Task to carry out ▸ Word for word, transcribe the lines from the one containing "by unit. @return" through the end of the entries, both included, and nothing else.

-- The data follows --

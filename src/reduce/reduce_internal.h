/* reduce_internal.h - the reducer's plan, accumulators and merge steps,
 * shared by the files of src/reduce/. */
#ifndef MSGCENSUS_REDUCE_INTERNAL_H
#define MSGCENSUS_REDUCE_INTERNAL_H

#include <stddef.h> /* size_t */
#include <stdint.h> /* fixed-width integers */

#include <mpi.h> /* MPI_Comm, MPI_Win */

#include <msgcensus/error.h>
#include <msgcensus/hist.h>
#include <msgcensus/ops.h>
#include <msgcensus/summary.h>
#include <msgcensus/trace.h>

/* ---- plan (plan.c) ------------------------------------------------------ */

/* Unit of work: a whole file, or a run of consecutive blocks of a large one. */
#define MC__TO_END UINT64_MAX

typedef struct mc__unit {
    uint32_t file;        /* index into the plan's files */
    int32_t owner;        /* reducer rank that reads it */
    uint64_t first_block; /* index of the first block */
    uint64_t nblocks;     /* blocks to read, or MC__TO_END */
    uint64_t bytes;       /* bytes of the file this unit accounts for */
    mc_block_info start;  /* the first block, used when first_block > 0 */
} mc__unit;

/* File state decided by the scan. */
enum { MC__FILE_OK = 0, MC__FILE_SKIPPED = 1 };

typedef struct mc__file {
    char *name; /* file name inside the campaign directory */
    uint64_t size;
    int32_t app_rank;
    int32_t app_size;
    int32_t state;     /* MC__FILE_* */
    int32_t skip_code; /* MC_E* that made the scan skip it */
} mc__file;

typedef struct mc__plan {
    char *dir;
    size_t nfiles;
    mc__file *files;
    size_t nunits;
    mc__unit *units; /* sorted by (file, first_block) */
    uint64_t total_bytes;
    int32_t app_size;
} mc__plan;

/* Rank 0: list DIR/NAME.mct (regular files, sorted by name), read headers,
 * split files above a fair share at block boundaries and assign units by
 * LPT. @return 0 or MC_E* with @err. With @skip_damaged a file whose header
 * cannot be read is kept as MC__FILE_SKIPPED instead of failing. */
int mc__plan_build(const char *dir, int nranks, int skip_damaged,
                   mc__plan *plan, mc_errinfo *err);

/* Collective: rank 0's @plan is copied to every rank. @return 0 or
 * MC_ENOMEM / MC_ELIMIT on the calling rank (agree afterwards). */
int mc__plan_bcast(MPI_Comm comm, mc__plan *plan);

/* Set every unit's owner: largest unit (by bytes) first onto the least
 * loaded of @nranks ranks, ties to the lower rank (LPT). @return 0 or
 * MC_ENOMEM. */
int mc__plan_assign(mc__plan *plan, int nranks);

void mc__plan_free(mc__plan *plan);

/* ---- accumulators (accum.c) --------------------------------------------- */

/* Histogram key of an (operation, direction) pair. */
#define MC__NDIRS 3u
#define MC__NOPKEYS ((MC_OP_MAX_CODE + 1u) * MC__NDIRS)

/* A map from u32 keys to histograms (communicator ids). */
typedef struct mc__histmap {
    size_t cap, n;
    uint32_t *keys;
    mc_hist **vals; /* NULL marks an empty slot */
} mc__histmap;

/* One per-application-rank totals row (the summary's /ranks columns). */
typedef struct mc__row {
    int32_t rank;
    uint64_t v[8]; /* p2p msgs, bytes, recv msgs, bytes, coll..., os... */
} mc__row;

typedef struct mc__edge {
    int32_t src, dst;
    uint64_t msgs, bytes;
} mc__edge;

/* Everything reduced so far: one per unit (then merged) and one per rank.
 * Memory is bounded by the number of distinct keys, never by records. */
typedef struct mc__acc {
    mc_hist *op[MC__NOPKEYS]; /* NULL until the key appears */
    mc__histmap comm;         /* only with per-communicator populations */
    size_t nrows, caprows;
    mc__row *rows;
    size_t nedges, capedges;
    mc__edge *edges;
} mc__acc;

void mc__acc_init(mc__acc *a);
void mc__acc_free(mc__acc *a);
/* Add everything of @src to @dst. @return 0 or MC_ENOMEM / MC_ERANGE. */
int mc__acc_merge(mc__acc *dst, const mc__acc *src);
/* The histogram of communicator @id, created when absent (NULL on ENOMEM). */
mc_hist *mc__histmap_get(mc__histmap *m, uint32_t id);

/* What reading one unit found. */
typedef struct mc__unit_result {
    uint64_t unit;
    uint64_t records, blocks, skipped_blocks, skipped_records, invalid;
    uint64_t bytes;
    int64_t damage_code;  /* first damage seen (0 = none) */
    int64_t damage_block; /* its block index */
    int64_t tail_lost;    /* 1 if blocks after a damaged header are lost */
    size_t nsums;
    uint64_t *sums; /* per-block raw checksums, in block order */
} mc__unit_result;

/* Progress and early stop: a two-counter window on rank 0. */
typedef struct mc__progress {
    MPI_Comm comm;
    MPI_Win win;
    uint64_t *base;   /* rank 0's two counters: bytes done, errors */
    uint64_t pending; /* bytes not yet published */
    double last;      /* MPI_Wtime of the last publish */
    double interval;
    double t0;
    uint64_t total;
    uint64_t seen_done; /* global done bytes at the last publish */
    int stop;           /* another rank reported an error */
    void (*cb)(void *, uint64_t, uint64_t, double, int);
    void *ud;
    /* --max-memory (memlimit.h): the limit (0 = none), what the rank holds
     * besides the unit being read, and the records read since the last
     * look; set after mc__progress_open. */
    uint64_t mem_limit;
    const struct mc__memuse *mem_base;
    uint64_t mem_unchecked;
} mc__progress;

int mc__progress_open(mc__progress *p, MPI_Comm comm, uint64_t total,
                      double interval, double t0);
/* Add @bytes; publish when the interval passed (or @force). @error marks
 * this rank failed so others stop. */
void mc__progress_add(mc__progress *p, uint64_t bytes, int error, int force);
void mc__progress_close(mc__progress *p);

/* Read one unit into @acc and @res. @return 0, 1 when it stopped because
 * another rank failed, or the damage's MC_E* code when it must stop the run
 * (err filled). */
int mc__unit_reduce(const mc__plan *plan, const mc__unit *u,
                    uint64_t unit_index, int per_comm, int skip_damaged,
                    mc__acc *acc, mc__unit_result *res, mc__progress *prog,
                    mc_errinfo *err);

/* ---- merge (merge.c) ---------------------------------------------------- */

/* Collective: the first failure among the ranks (lowest rank with rc != 0)
 * becomes every rank's return value and @err. */
int mc__agree(MPI_Comm comm, int rc, mc_errinfo *err);

/* Collective: binomial-tree merge of every rank's histograms into rank 0's
 * @acc, in sorted (size, count) form. @return 0 or MC_E* on this rank. */
int mc__merge_hists(MPI_Comm comm, mc__acc *acc);

/* Collective: gather rows, edges and unit results to rank 0 and combine
 * rows and edges (sorted, duplicates summed). On rank 0 *results gets all
 * unit results sorted by unit. @return 0 or MC_E* on this rank. */
int mc__gather_tables(MPI_Comm comm, mc__acc *acc, mc__unit_result **results,
                      size_t *nresults);

void mc__unit_result_free(mc__unit_result *r);

/* ---- summary (build.c) --------------------------------------------------- */

/* Run metadata the summary records besides the counts. */
typedef struct mc__build_meta {
    const char *tool_version, *created, *campaign, *label, *host;
    int64_t reducer_ranks;
    int per_comm;
} mc__build_meta;

/* Rank 0: the summary model of the merged @acc (combined rows and edges)
 * and the unit results sorted by unit. Statistics are computed here, once,
 * from the exact merged histograms. @return 0 and *out, or MC_E*. */
int mc__build_summary(const mc__plan *plan, mc__acc *acc,
                      const mc__unit_result *res, size_t nres,
                      const mc__build_meta *bm, mc_summary **out);

#endif /* MSGCENSUS_REDUCE_INTERNAL_H */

-- The data concluded --

Expected answer ▸
 * unit results sorted by unit. @return 0 or MC_E* on this rank. */
int mc__gather_tables(MPI_Comm comm, mc__acc *acc, mc__unit_result **results,
                      size_t *nresults);

void mc__unit_result_free(mc__unit_result *r);

/* ---- summary (build.c) --------------------------------------------------- */

/* Run metadata the summary records besides the counts. */
typedef struct mc__build_meta {
    const char *tool_version, *created, *campaign, *label, *host;
    int64_t reducer_ranks;
    int per_comm;
} mc__build_meta;

/* Rank 0: the summary model of the merged @acc (combined rows and edges)
 * and the unit results sorted by unit. Statistics are computed here, once,
 * from the exact merged histograms. @return 0 and *out, or MC_E*. */
int mc__build_summary(const mc__plan *plan, mc__acc *acc,
                      const mc__unit_result *res, size_t nres,
                      const mc__build_meta *bm, mc_summary **out);

#endif /* MSGCENSUS_REDUCE_INTERNAL_H */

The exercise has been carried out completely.